The structure and spatio-temporal distribution of the Archaea in a horizontal subsurface flow constructed wetland.

In this study, archaeal community structure and temporal dynamics were monitored, using 16S rRNA clone libraries construction from a horizontal subsurface flow constructed wetland. Phylogenetic assignation of 1026 16S rRNA gene sequences shows that 96.2% of the total operational taxonomic units (OTUs) were affiliated with Thaumarchaeota, a newly proposed archaeal phylum and 3.7% with unclassified Archaea.
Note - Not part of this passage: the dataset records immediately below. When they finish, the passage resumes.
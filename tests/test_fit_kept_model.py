"""A fit's result does not reach into the next fit: the model of shapes given by name is
kept between fits (``peaksift.fitting.setup``), so a result's ``model`` is shared with the
later fits of the same shapes and window; changing it through one result must not change
what a later fit computes.

Reference: the same fit computed in a new Python process (nothing kept there), compared to
1e-9 relative in NLL and values (a fit is deterministic: the same numbers to rounding).
"""

from __future__ import annotations

import json
import os
import subprocess
import sys
from pathlib import Path

import numpy as np
import pytest

from peaksift.errors import PeaksiftError
from peaksift.fitting import fit
from peaksift.histogram import MassHistogram

_HERE = Path(__file__).resolve().parent
_SRC = str(_HERE.parent / "src")


def _histogram() -> MassHistogram:
    rng = np.random.default_rng(5)
    x = 100.0 + rng.exponential(40.0, 6000)
    x = np.concatenate([x[x < 200.0], rng.normal(150.0, 3.0, 250)])
    return MassHistogram.from_masses(x, bins=80, range=(100.0, 200.0))


def _fresh() -> dict:
    """The fit of the same histogram in a new process."""
    code = (f"import json, sys\nsys.path.insert(0, {str(_HERE)!r})\n"
            "from test_fit_kept_model import _histogram\nfrom peaksift.fitting import fit\n"
            "r = fit(_histogram())\n"
            "print(json.dumps({'nll': r.nll, 'values': dict(r.values)}))")
    env = {**os.environ, "PYTHONPATH": _SRC}
    out = subprocess.run([sys.executable, "-c", code], capture_output=True, text=True,
                         env=env, check=True, timeout=120)
    return json.loads(out.stdout.strip().splitlines()[-1])


@pytest.mark.parametrize("change", ["window", "blocks", "signals", "parameters"])
def test_changing_a_results_model_leaves_later_fits_alone(change):
    h = _histogram()
    r = fit(h)
    m = r.model
    try:  # refused, or the result's own: either way no later fit may see it
        if change == "window":
            m.window = (120.0, 180.0)
        elif change == "blocks":
            m.blocks.append(m.blocks[0])
        elif change == "signals":
            m.signals[0] = m.background
        else:
            m.parameters = m.parameters[::-1]
    except (PeaksiftError, TypeError, AttributeError):
        pass
    ref = _fresh()
    for again in (fit(h), fit(h.copy())):  # the kept setup, and a histogram new to it
        assert again.nll == pytest.approx(ref["nll"], rel=1e-9)
        for k, v in ref["values"].items():
            assert again.values[k] == pytest.approx(v, rel=1e-9, abs=1e-9)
Among the total sequences, 42% and 40.2% were affiliated with Candidatus Nitrososphaera and unclassified Nitrosopumilus respectively with more than 99% similarity. Results suggest that several dominant and active nitrifiers may benefit from the micro-aerobic conditions around the reed roots to perform ammonia oxidation. The archaeal diversity detected in the rhizosphere zone is clearly different from that detected in the bottom basin. This engineered habitat revealed the reed root and the water composition effects on the archaeal diversity.